La mémoire de l’interventionnisme américain et occidental en Irak, en Libye et ailleurs ne pèse-t-elle pas aussi dans les attitudes vis-à-vis de la guerre en Ukraine ?
Les Américains disent : « C’était notre politique, ça ne l’est plus. » Le secrétaire d’Etat américain, Antony Blinken, déclare : « Le regime change [intervention militaire pour renverser un gouvernement] n’est plus notre politique. » Mais on ne peut pas dire à une population : « C’est du passé. » Ça ne fonctionne pas comme ça ! La « mère des politiques » du regime change a été l’intervention en Irak, en 2003. Une guerre injustifiée, entourée de mensonges, qui a détruit l’Irak. Surtout, ses conséquences sont encore très visibles aujourd’hui, en ouvrant les portes de l’Irak à l’influence iranienne, et en changeant le rapport de force entre les communautés irakiennes. Sans compter que des éléments de sa population ont été attirés par des actions ou des groupes terroristes. Pour les Américains, « c’est du passé », mais ce n’est pas du « passé » pour les Irakiens, et ce n’est pas du « passé » pour les voisins de l’Irak. Cela reste un présent de tous les jours. On ne peut pas dire aux peuples : « Oubliez ! »
Pour vous, la rupture, c’est la guerre en Irak ?
Il faut revenir encore un peu plus en arrière. A la fin de la guerre froide, l’Occident s’est posé la question : que faire de la victoire ? John Ikenberry, professeur à Princeton, avait écrit un livre [After Victory, Princeton University Press], le 15 novembre 2000 – moins d’un an avant les attaques du 11-Septembre –, où il formulait trois scénarios. Soit les Etats-Unis s’isolent et retournent s’occuper de leurs affaires intérieures, soit ils exploitent cette victoire en tentant d’obtenir autant de dividendes que possible par l’expansion de l’OTAN, l’encerclement de la Russie, l’engagement de réformes du système économique et politique. Ou alors, ajoutait Ikenberry, on tente de bâtir un ordre constitutionnel mondial.
A ce moment-là, les élites occidentales ont beaucoup hésité. L’historien britannique Tony Judt [1948-2010] a même mis en garde contre le risque d’une « Weimar Russia », c’est-à-dire une Russie minée par le ressentiment, à l’instar de l’Allemagne de Weimar après le traité de Versailles de 1919, vivant dans un sentiment d’humiliation ad vitam æternam.

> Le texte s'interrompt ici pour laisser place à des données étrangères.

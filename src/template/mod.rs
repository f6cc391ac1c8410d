//! The template language: text, tree, analysed form, and back to text, JSON
//! and plain sentences.
//!
//! A template exists in two forms, and the difference matters:
//!
//! * [`Ast`] is **what was written**: spans, names, `implies`, `not`, brackets.
//!   It is what error messages point into and what grammar files are made of.
//! * [`Formula`] is **what it means**: negation normal form, anonymous slots,
//!   and facts (size, horizon, signals, the direction of each slot) that its
//!   constructors compute, so an ill-formed formula cannot be built. Equality,
//!   enumeration, equivalence and evaluation all work on this form.
//!
//! [`parse`] leads from text to formula; `Display` leads back, and printing
//! then parsing is the identity. [`to_json`] and [`from_json`] give the
//! versioned tagged tree; [`sentence`] says a formula in words.
//!
//! The words of the language are those of plain English and of the trade. What
//! a formula *means* on a trace is defined in `kernels::naive`.

mod analyse;
mod ast;
mod atom;
mod duration;
mod error;
mod formula;
mod function;
mod json;
mod parse;
mod print;
mod sentence;
mod signal;
mod slot;
mod special;
mod token;
mod window;

pub use analyse::{
    analyse, called_function, duration, parse, parse_signal, threshold, window_length,
};
pub use ast::{Ast, AstKind};
pub use atom::{Atom, Comparison, Threshold};
pub use duration::{Duration, TimeUnit};
pub use error::TextError;
pub use formula::{Formula, Node, UntilNotNegatable};
pub use function::{FUNCTIONS, Function, FunctionShape, Kind};
pub use json::{JsonError, from_json, to_json};
pub use parse::{Parser, parse_ast};
pub use sentence::{Words, sentence};
pub use signal::{Derivation, Signal};
pub use slot::{Direction, Slot, SlotKind, SlotValue};
pub use special::is_special_case;
pub use token::{RESERVED, Token, TokenKind, is_plain_name, tokenize};
pub use window::{Bound, Window, WindowError};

Mais, pour notre malheur à tous, le gang des néoconservateurs américains est arrivé. Protégés par le vice-président Dick Cheney, qui avait adopté leur vision, ils ont poussé [le président] George W. Bush à entreprendre en Irak ce que Bush père avait sagement évité en 1990, à savoir un changement de régime brutal. Pour eux, cette opération devait refaçonner unilatéralement le Proche-Orient. Il s’agissait aussi d’une grande stratégie encore plus ambitieuse : l’exhibition spectaculaire de la puissance américaine pour dissuader toute autre grande puissance de se hisser à son rang.
Le monde en paye donc encore les conséquences…
Oui, car les Etats-Unis ont inauguré la dérégulation de la force. L’Irak, c’est la boîte de Pandore qu’il ne fallait pas ouvrir. C’est leur réponse à la question posée par Ikenberry sur la victoire : il est possible d’utiliser la force quand on le veut, pour faire ce qu’on veut, même sans aucune légitimité. Quel est le problème ? Quand la plus grande puissance donne le mauvais exemple, quand elle choisit non pas l’ordre constitutionnel mondial mais de pousser au maximum son avantage après sa victoire dans la guerre froide, elle fait forcément des émules. La Russie a attaqué la Géorgie en 2008, puis l’Ukraine, une première fois, en 2014. La Chine a commencé à s’agiter en mer de Chine méridionale et a envoyé ses avions survoler Taïwan. La Turquie s’est engagée en Syrie, puis en Libye. Quant à l’Iran, il a élargi son influence. Ainsi avons-nous assisté, après la dérégulation de l’économie issue de l’idéologie néolibérale, à la dérégulation de la force. Quand on me dit que l’invasion de l’Ukraine était inattendue… Excusez-moi, cela fait vingt ans que le monde souffre de la dérégulation de la force !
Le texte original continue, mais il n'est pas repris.